In response to an online campaign by a group of parents who wanted to see a new generation of toys with greater diversity in the playroom.
Following the calling of parents of children with disabilities for a makeover of children's toys, and their campaign for large manufacturers to make the toy industry more inclusive of kids with disabilities, one British toy maker has responded.
Makies noticed the #ToyLikeMe campaign on Facebook and Twitter and started producing dolls that have walking aids, hearing aids and birthmarks.
The dolls are made from 3D printers, and have accessories such as hearing aids, walking canes, and even facial birth marks. The line plans to continue expanding to include wheelchairs in the near future.
“In just the past few days we've received hundreds of suggestions and requests for Makie dolls with the new inclusive accessories, which is just amazing, and we're rising to meet that need,” Matthew Wiggins, the company’s chief technology officer, told Today.com.
#TOYLIKEME
There are more than 770,000 children with disabilities under the age of 16 in the UK, meaning every one in 20 children has some disability, according to the Disabled Living Foundation.
Unsatisfied with what is available to buy, the campaign has been giving big-brand dolls home makeovers, modifying them so they positively reflect disability and posting those images on social media to inspire other parents, and more importantly big toy makers, to do similar.

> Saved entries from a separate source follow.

// prepare sizes new generations, raises the horizon, and encodes the
// entries (assigning dictionary ids).
func (w *clickWrite) prepare(ctx context.Context, gens []int64) error {
	s, v := w.s, &w.v
	if len(w.todo) == 0 {
		return nil
	}
	// Clicks expected in a generation without history: the batch's clicks
	// of it scaled to the whole generation, the batch taken to span at
	// least 1/64 of it.
	est := map[int64]float64{}
	lo, hi, cnt := map[int64]int64{}, map[int64]int64{}, map[int64]int{}
	for _, p := range w.todo {
		if p.expired {
			continue
		}
		ts := w.clicks[p.i].TS
		if cnt[p.gen] == 0 {
			lo[p.gen], hi[p.gen] = ts, ts
		}
		lo[p.gen], hi[p.gen] = min(lo[p.gen], ts), max(hi[p.gen], ts)
		cnt[p.gen]++
	}
	for g, n := range cnt {
		span := max(hi[g]-lo[g]+1, v.genMs/64)
		est[g] = float64(n) * float64(v.genMs) / float64(span)
	}
	if err := s.sizeGenerations(ctx, v, gens, est); err != nil {
		return err
	}
	// Dictionary names, each built once per distinct experiment and arm,
	// or topic.
	type armKey struct{ exp, arm string }
	armNames := map[armKey]string{}
	topicNames := map[string]string{}
	var names []string
	type origin struct {
		topic     string
		partition int
		offset    int64
	}
	origins := make([]origin, len(w.todo))
	for k, p := range w.todo {
		if p.expired {
			continue
		}
		c := w.clicks[p.i]
		if ak := (armKey{c.Experiment, c.Arm}); armNames[ak] == "" {
			armNames[ak] = armName(c.Experiment, c.Arm)
			names = append(names, armNames[ak])
		}
		if c.Origin != "" {
			topic, part, off, _ := splitOrigin(c.Origin)
			origins[k] = origin{topic, part, off}
			if topicNames[topic] == "" {
				topicNames[topic] = topicName(topic)
				names = append(names, topicNames[topic])
			}
		}
	}
	ids, err := s.dictIDs(ctx, names)
	if err != nil {
		return err
	}
	buf := make([]byte, 0, 16*len(w.todo))
	for k := range w.todo {
		p := &w.todo[k]
		if p.expired {
			continue
		}
		c := w.clicks[p.i]
		e := entry{arm: ids[armNames[armKey{c.Experiment, c.Arm}]], tsOff: c.TS - p.gen*v.genMs}
		if o := origins[k]; o.topic != "" {
			e.topic, e.partition, e.offset = ids[topicNames[o.topic]], o.partition, o.offset
		}
		start := len(buf)
		buf = e.appendTo(buf)
		p.value = string(buf[start:])
	}
	return nil
}
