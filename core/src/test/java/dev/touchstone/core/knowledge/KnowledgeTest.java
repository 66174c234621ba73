package dev.touchstone.core.knowledge;

import org.junit.jupiter.api.Test;

import java.util.List;
import java.util.Set;

import static org.junit.jupiter.api.Assertions.assertEquals;
import static org.junit.jupiter.api.Assertions.assertFalse;
import static org.junit.jupiter.api.Assertions.assertThrows;
import static org.junit.jupiter.api.Assertions.assertTrue;

class KnowledgeTest {

    private static String refused(Knowledge.Builder b) {
        return assertThrows(IllegalArgumentException.class, b::build).getMessage();
    }

    @Test
    void tiersForbidBackwardEdgesOnly() {
        Knowledge k = Knowledge.builder()
                .tier(List.of("age", "sex"))
                .tier(List.of("diet"))
                .tier(List.of("weight"))
                .forbid("diet", "sex")
                .require("age", "weight")
                .build();
        assertTrue(k.isForbidden("weight", "age"));
        assertTrue(k.isForbidden("diet", "sex"));
        assertFalse(k.isForbidden("age", "diet"));
        assertFalse(k.isForbidden("age", "sex"), "same tier constrains nothing");
        assertFalse(k.isForbidden("age", "unknown"), "a variable in no tier is unconstrained");
        assertTrue(k.isRequired("age", "weight"));
        assertFalse(k.isRequired("weight", "age"));
        assertTrue(k.isAdjacencyForbidden("sex", "diet") == false);
        assertEquals(0, k.tierOf("sex"));
        assertEquals(2, k.tierOf("weight"));
        assertEquals(-1, k.tierOf("height"));
        assertEquals(Set.of("age", "sex", "diet", "weight"), k.variables());
        assertFalse(k.isEmpty());
        assertTrue(Knowledge.none().isEmpty());
    }

    @Test
    void toBuilderKeepsEveryPartAndAddsToIt() {
        Knowledge k = Knowledge.builder().tier(List.of("age", "sex")).tier(List.of("diet"))
                .forbid("diet", "sex").require("age", "diet").build();
        Knowledge copy = k.toBuilder().build();
        assertEquals(k.required(), copy.required());
        assertEquals(k.forbidden(), copy.forbidden());
        assertEquals(k.tiers(), copy.tiers());
        Knowledge more = k.toBuilder().forbid("age", "weight").build();
        assertTrue(more.isForbidden("age", "weight"));
        assertTrue(more.isRequired("age", "diet"));
        assertFalse(k.isForbidden("age", "weight"), "the original is unchanged");
    }

    @Test
    void bothDirectionsForbiddenForbidsTheAdjacency() {
        Knowledge k = Knowledge.builder().forbid("a", "b").forbid("b", "a").build();
        assertTrue(k.isAdjacencyForbidden("a", "b"));
        assertTrue(k.isAdjacencyForbidden("b", "a"));
    }

    @Test
    void requiredAndForbiddenIsRefusedNamingTheEdge() {
        String m = refused(Knowledge.builder().require("a", "b").forbid("a", "b"));
        assertEquals("edge a -> b is both required and forbidden", m);
    }

    @Test
    void requiredAgainstTiersIsRefusedNamingEdgeAndTiers() {
        String m = refused(Knowledge.builder().tier(List.of("a")).tier(List.of("b")).require("b", "a"));
        assertEquals("required edge b -> a points from tier 2 back to tier 1", m);
    }

    @Test
    void requiredCycleIsRefusedNamingTheCycle() {
        String m = refused(Knowledge.builder().require("a", "b").require("b", "c").require("c", "a"));
        assertTrue(m.startsWith("required edges form a cycle: "), m);
        for (String edge : List.of("a -> b", "b -> c", "c -> a")) {
            String rotated = m.substring("required edges form a cycle: ".length());
            // the cycle may start at any of its variables
            assertTrue((rotated + rotated.substring(rotated.indexOf(" -> "))).contains(edge), m);
        }
        String two = refused(Knowledge.builder().require("x", "y").require("y", "x"));
        assertTrue(two.contains("x -> y") && two.contains("y -> x"), two);
    }

    @Test
    void variableInTwoTiersIsRefusedNamingBoth() {
        assertEquals("variable 'b' is in tier 1 and tier 3",
                refused(Knowledge.builder().tier(List.of("a", "b")).tier(List.of("c")).tier(List.of("b"))));
        assertEquals("variable 'a' appears twice in tier 1", refused(Knowledge.builder().tier(List.of("a", "a"))));
    }

    @Test
    void selfEdgeAndUnknownVariables() {
        IllegalArgumentException self = assertThrows(IllegalArgumentException.class,
                () -> Knowledge.builder().require("a", "a"));
        assertTrue(self.getMessage().contains("'a' to itself"), self.getMessage());
        Knowledge k = Knowledge.builder().require("a", "b").build();
        k.checkVariables(List.of("a", "b", "c"));
        IllegalArgumentException unknown = assertThrows(IllegalArgumentException.class,
                () -> k.checkVariables(List.of("a", "c")));
        assertEquals("knowledge names variable 'b', which the data do not have", unknown.getMessage());
    }

    @Test
    void isImmutable() {
        Knowledge k = Knowledge.builder().require("a", "b").tier(List.of("a")).build();
        assertThrows(UnsupportedOperationException.class, () -> k.required().clear());
        assertThrows(UnsupportedOperationException.class, () -> k.tiers().get(0).add("z"));
    }
}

Rebecca Atkinson, a journalist in The Guardian, wrote in the British newspaper how she decided to start the #Toylikeme campaign.

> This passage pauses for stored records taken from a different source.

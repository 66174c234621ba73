package dev.touchstone.benchmarks.data;

import dev.touchstone.core.data.Covariances;
import dev.touchstone.core.data.DataSet;
import dev.touchstone.core.random.Seeds;

import org.apache.commons.rng.UniformRandomProvider;
import org.apache.commons.rng.sampling.distribution.ZigguratSampler;
import org.openjdk.jmh.annotations.Benchmark;
import org.openjdk.jmh.annotations.BenchmarkMode;
import org.openjdk.jmh.annotations.Fork;
import org.openjdk.jmh.annotations.Measurement;
import org.openjdk.jmh.annotations.Mode;
import org.openjdk.jmh.annotations.OutputTimeUnit;
import org.openjdk.jmh.annotations.Param;
import org.openjdk.jmh.annotations.Scope;
import org.openjdk.jmh.annotations.Setup;
import org.openjdk.jmh.annotations.State;
import org.openjdk.jmh.annotations.Warmup;

import java.util.concurrent.TimeUnit;

/**
 * The sample covariance of an n × p continuous data set: {@link Covariances#sample} with one
 * and two threads, against the naive upper-triangle k-i-j loop over the same centred
 * row-major data, and against summing every value once (the floor of reading the data).
 * Flops are counted as 2·n·p²/2 = n·p² (one multiply and one add for each row and each
 * entry of the upper triangle), so GFLOP/s = n·p² / time.
 *
 * <p>Run: {@code java -jar benchmarks/target/benchmarks.jar -f 1 CovarianceBenchmark}.
 */
@State(Scope.Benchmark)
@BenchmarkMode(Mode.AverageTime)
@OutputTimeUnit(TimeUnit.MILLISECONDS)
@Warmup(iterations = 3, time = 2)
@Measurement(iterations = 5, time = 2)
@Fork(value = 1, jvmArgsAppend = {"-Xmx6g"})
public class CovarianceBenchmark {

    /** Rows × columns. */
    @Param({"10000x1000", "2000x200"})
    public String shape;

    private DataSet data;

    @Setup
    public void setUp() {
        String[] parts = shape.split("x");
        int n = Integer.parseInt(parts[0]);
        int p = Integer.parseInt(parts[1]);
        UniformRandomProvider rng = Seeds.random(2026);
        ZigguratSampler.NormalizedGaussian normal = ZigguratSampler.NormalizedGaussian.of(rng);
        DataSet.Builder b = DataSet.builder(n);
        for (int j = 0; j < p; j++) {
            double[] col = new double[n];
            for (int r = 0; r < n; r++) {
                col[r] = 3 + normal.sample();
            }
            b.continuous("x" + j, col);
        }
        data = b.build();
    }

    @Benchmark
    public double[] tiledOneThread() {
        return Covariances.sample(data, 1).toArray();
    }

    @Benchmark
    public double[] tiledTwoThreads() {
        return Covariances.sample(data, 2).toArray();
    }

    /** The plain loop: centre into rows, then for each row add x_i·x_j into the upper triangle. */
    @Benchmark
    public double[] naiveUpperTriangle() {
        int n = data.rows();
        int p = data.columns();
        double[][] rows = new double[n][p];
        for (int j = 0; j < p; j++) {
            double[] col = data.continuous(j);
            double sum = 0;
            for (double v : col) {
                sum += v;
            }
            double mean = sum / n;
            for (int r = 0; r < n; r++) {
                rows[r][j] = col[r] - mean;
            }
        }
        double[] c = new double[p * p];
        for (int r = 0; r < n; r++) {
            double[] x = rows[r];
            for (int i = 0; i < p; i++) {
                double xi = x[i];
                int base = i * p;
                for (int j = i; j < p; j++) {
                    c[base + j] += xi * x[j];
                }
            }
        }
        for (int i = 0; i < p; i++) {
            for (int j = i; j < p; j++) {
                c[i * p + j] /= n - 1;
                c[j * p + i] = c[i * p + j];
            }
        }
        return c;
    }

    /** The floor: reading every value once. */
    @Benchmark
    public double sumEveryValue() {
        double s = 0;
        for (int j = 0; j < data.columns(); j++) {
            for (double v : data.continuous(j)) {
                s += v;
            }
        }
        return s;
    }
}
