package dev.touchstone.harness.version;

import java.io.IOException;
import java.io.InputStream;
import java.io.UncheckedIOException;
import java.util.Properties;

/** The tool's version and the git commit it was built from, recorded at build time. */
public final class VersionInfo {

    private static final VersionInfo CURRENT = load();

    private final String version;
    private final String commit;
    private final boolean dirty;

    private VersionInfo(String version, String commit, boolean dirty) {
        this.version = version;
        this.commit = commit;
        this.dirty = dirty;
    }

    public static VersionInfo current() {
        return CURRENT;
    }

    public String version() {
        return version;
    }

    /** The abbreviated commit id, or "unknown" when built outside a git checkout. */
    public String commit() {
        return commit;
    }

    /** Whether the working tree had uncommitted changes when built. */
    public boolean dirty() {
        return dirty;
    }

    /** Whether this is a released build: a version that is known and not a snapshot. */
    public boolean released() {
        return !version.equals("unknown") && !version.endsWith("-SNAPSHOT");
    }

    /**
     * The version as recorded with every run: the version alone for a released build; for an
     * unreleased one the source revision too ({@code 0.1.0-SNAPSHOT+abc1234}, with
     * {@code -dirty} when built from uncommitted changes), since two snapshots differ.
     */
    public String label() {
        return released() ? version : version + "+" + commit + (dirty ? "-dirty" : "");
    }

    @Override
    public String toString() {
        return "touchstone " + version + " (commit " + commit + (dirty ? ", with uncommitted changes" : "") + ")";
    }

    private static VersionInfo load() {
        Properties p = new Properties();
        try (InputStream in = VersionInfo.class.getResourceAsStream("/touchstone-version.properties")) {
            if (in != null) {
                p.load(in);
            }
        } catch (IOException e) {
            throw new UncheckedIOException(e);
        }
        return new VersionInfo(clean(p.getProperty("version")), clean(p.getProperty("commit")),
                "true".equals(p.getProperty("dirty")));
    }

    private static String clean(String s) {
        return s == null || s.isBlank() || s.startsWith("${") ? "unknown" : s;
    }
}
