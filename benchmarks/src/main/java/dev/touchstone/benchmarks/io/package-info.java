/** Benchmarks of the data files: reading and writing CSV against reading and copying the bytes. */
package dev.touchstone.benchmarks.io;
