package dev.touchstone.harness.catalog;

import dev.touchstone.core.learner.Learner;

import java.util.ArrayList;
import java.util.Collections;
import java.util.LinkedHashMap;
import java.util.List;
import java.util.Map;
import java.util.ServiceLoader;

/**
 * Every learner a study or the command line may name, by id: the built-in ones and those
 * in plug-in jars (both found with Java's {@link ServiceLoader}), and the external
 * commands declared in a learners file. Immutable; lookups are O(1).
 *
 * <p>Command learners only ever enter through {@link Builder#addCommand}, which the command
 * line calls for a learners file given with {@code --learners}; a study file alone can
 * never make one runnable: only the user, by naming the file, lets a command run.
 */
public final class LearnerCatalog {

    /** Where a learner came from. */
    public enum Origin {
        BUILT_IN, PLUG_IN, COMMAND;

        public String word() {
            return name().toLowerCase(java.util.Locale.ROOT).replace('_', '-');
        }
    }

    /** A learner with its origin (and, for plug-ins and commands, the file it came from). */
    public record Entry(Learner learner, Origin origin, String source) {
        public String id() {
            return learner.description().id();
        }
    }

    private final Map<String, Entry> byId;

    private LearnerCatalog(Map<String, Entry> byId) {
        this.byId = Collections.unmodifiableMap(new LinkedHashMap<>(byId));
    }

    /** The built-in learners visible to this class's class loader. */
    public static LearnerCatalog builtIn() {
        return builder().addServices(LearnerCatalog.class.getClassLoader(), Origin.BUILT_IN, "built in").build();
    }

    public static Builder builder() {
        return new Builder();
    }

    /** The learner with this id, or null. */
    public Entry find(String id) {
        return byId.get(id);
    }

    public boolean contains(String id) {
        return byId.containsKey(id);
    }

    /** All learners, in the order they were added (built-in ones first, each group sorted by id). */
    public List<Entry> entries() {
        return List.copyOf(byId.values());
    }

    /** The ids, for "allowed: …" messages. */
    public List<String> ids() {
        return List.copyOf(byId.keySet());
    }

    /** Collects learners; a second learner with an id already taken is refused with both sources named. */
    public static final class Builder {
        private final Map<String, Entry> byId = new LinkedHashMap<>();

        /** Adds every {@link Learner} service visible to {@code loader}, sorted by id. */
        public Builder addServices(ClassLoader loader, Origin origin, String source) {
            List<Learner> found = new ArrayList<>();
            for (Learner l : ServiceLoader.load(Learner.class, loader)) {
                found.add(l);
            }
            found.sort((a, b) -> a.description().id().compareTo(b.description().id()));
            for (Learner l : found) {
                Entry existing = byId.get(l.description().id());
                if (existing != null && existing.learner().getClass() == l.getClass()) {
                    continue; // the same class seen again through a parent loader
                }
                add(l, origin, source);
            }
            return this;
        }

        public Builder add(Learner learner, Origin origin, String source) {
            String id = learner.description().id();
            Entry old = byId.get(id);
            if (old != null) {
                throw new IllegalArgumentException("two learners have the id '" + id + "': one " + old.origin().word()
                        + " (" + old.source() + "), one " + origin.word() + " (" + source + ")");
            }
            byId.put(id, new Entry(learner, origin, source));
            return this;
        }

        /** Adds an external command learner declared in a learners file. */
        public Builder addCommand(Learner learner, String learnersFile) {
            return add(learner, Origin.COMMAND, learnersFile);
        }

        public LearnerCatalog build() {
            return new LearnerCatalog(byId);
        }
    }
}
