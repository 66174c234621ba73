/** The tool's version and build commit, read by provenance records and the command line alike. */
package dev.touchstone.harness.version;
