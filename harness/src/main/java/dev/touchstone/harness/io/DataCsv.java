package dev.touchstone.harness.io;

import dev.touchstone.core.data.DataSet;
import dev.touchstone.core.data.Variable;
import dev.touchstone.core.data.VariableKind;

import org.apache.commons.csv.CSVFormat;
import org.apache.commons.csv.CSVPrinter;

import java.io.IOException;
import java.io.OutputStream;
import java.nio.charset.StandardCharsets;
import java.nio.file.Files;
import java.nio.file.Path;
import java.util.ArrayList;
import java.util.Arrays;
import java.util.Comparator;
import java.util.HashMap;
import java.util.HashSet;
import java.util.LinkedHashMap;
import java.util.List;
import java.util.Map;
import java.util.Set;
import java.util.regex.Pattern;
import java.util.stream.IntStream;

“Four weeks ago I stood back and looked at our toy box in a new light. A penny dropped. Not one plastic figure had a wheelchair, or a hearing aid, a white cane or any kind of disability at all”, she recalled.
That was very familiar for her, because, as she said: “I was one of those kids. I’d grown up wearing hearing aids and never seen myself represented anywhere. There were no deaf people on TV, in the comics I read or the toys I played with.”
She then “messaged two friends with children with disabilities: Karen Newell, a former play consultant for Ragdoll Productions who has a son with visual impairment, and the deaf writer Melissa Mostyn who has a daughter with cerebral palsy”, and “set up a Facebook page and a Twitter account and started using the hashtag #toylikeme.”
They started to make their own disabled dolls, and posted the results online. Within days we went viral as parents shared our image of Disney’s Tinker Bell with a cochlear implant, and other parents from all around the world began sharing and liking Toy Like Me at a rate of one a minute.
STILL SO MUCH TO DO
Besides Makis, another company called Arklu, which already produce 25% of their dolls with glasses, has also decided to make an effort to look at ways to make more disables dolls in the future its future.
As Atkinson stated: “But what about the big girls and boys in the toy world? The Legos, Mattels, Playmobils?, we have tweeted them, we have tagged them, we have talked about them, we have sent them invites. But as yet, they still haven’t come out to play.”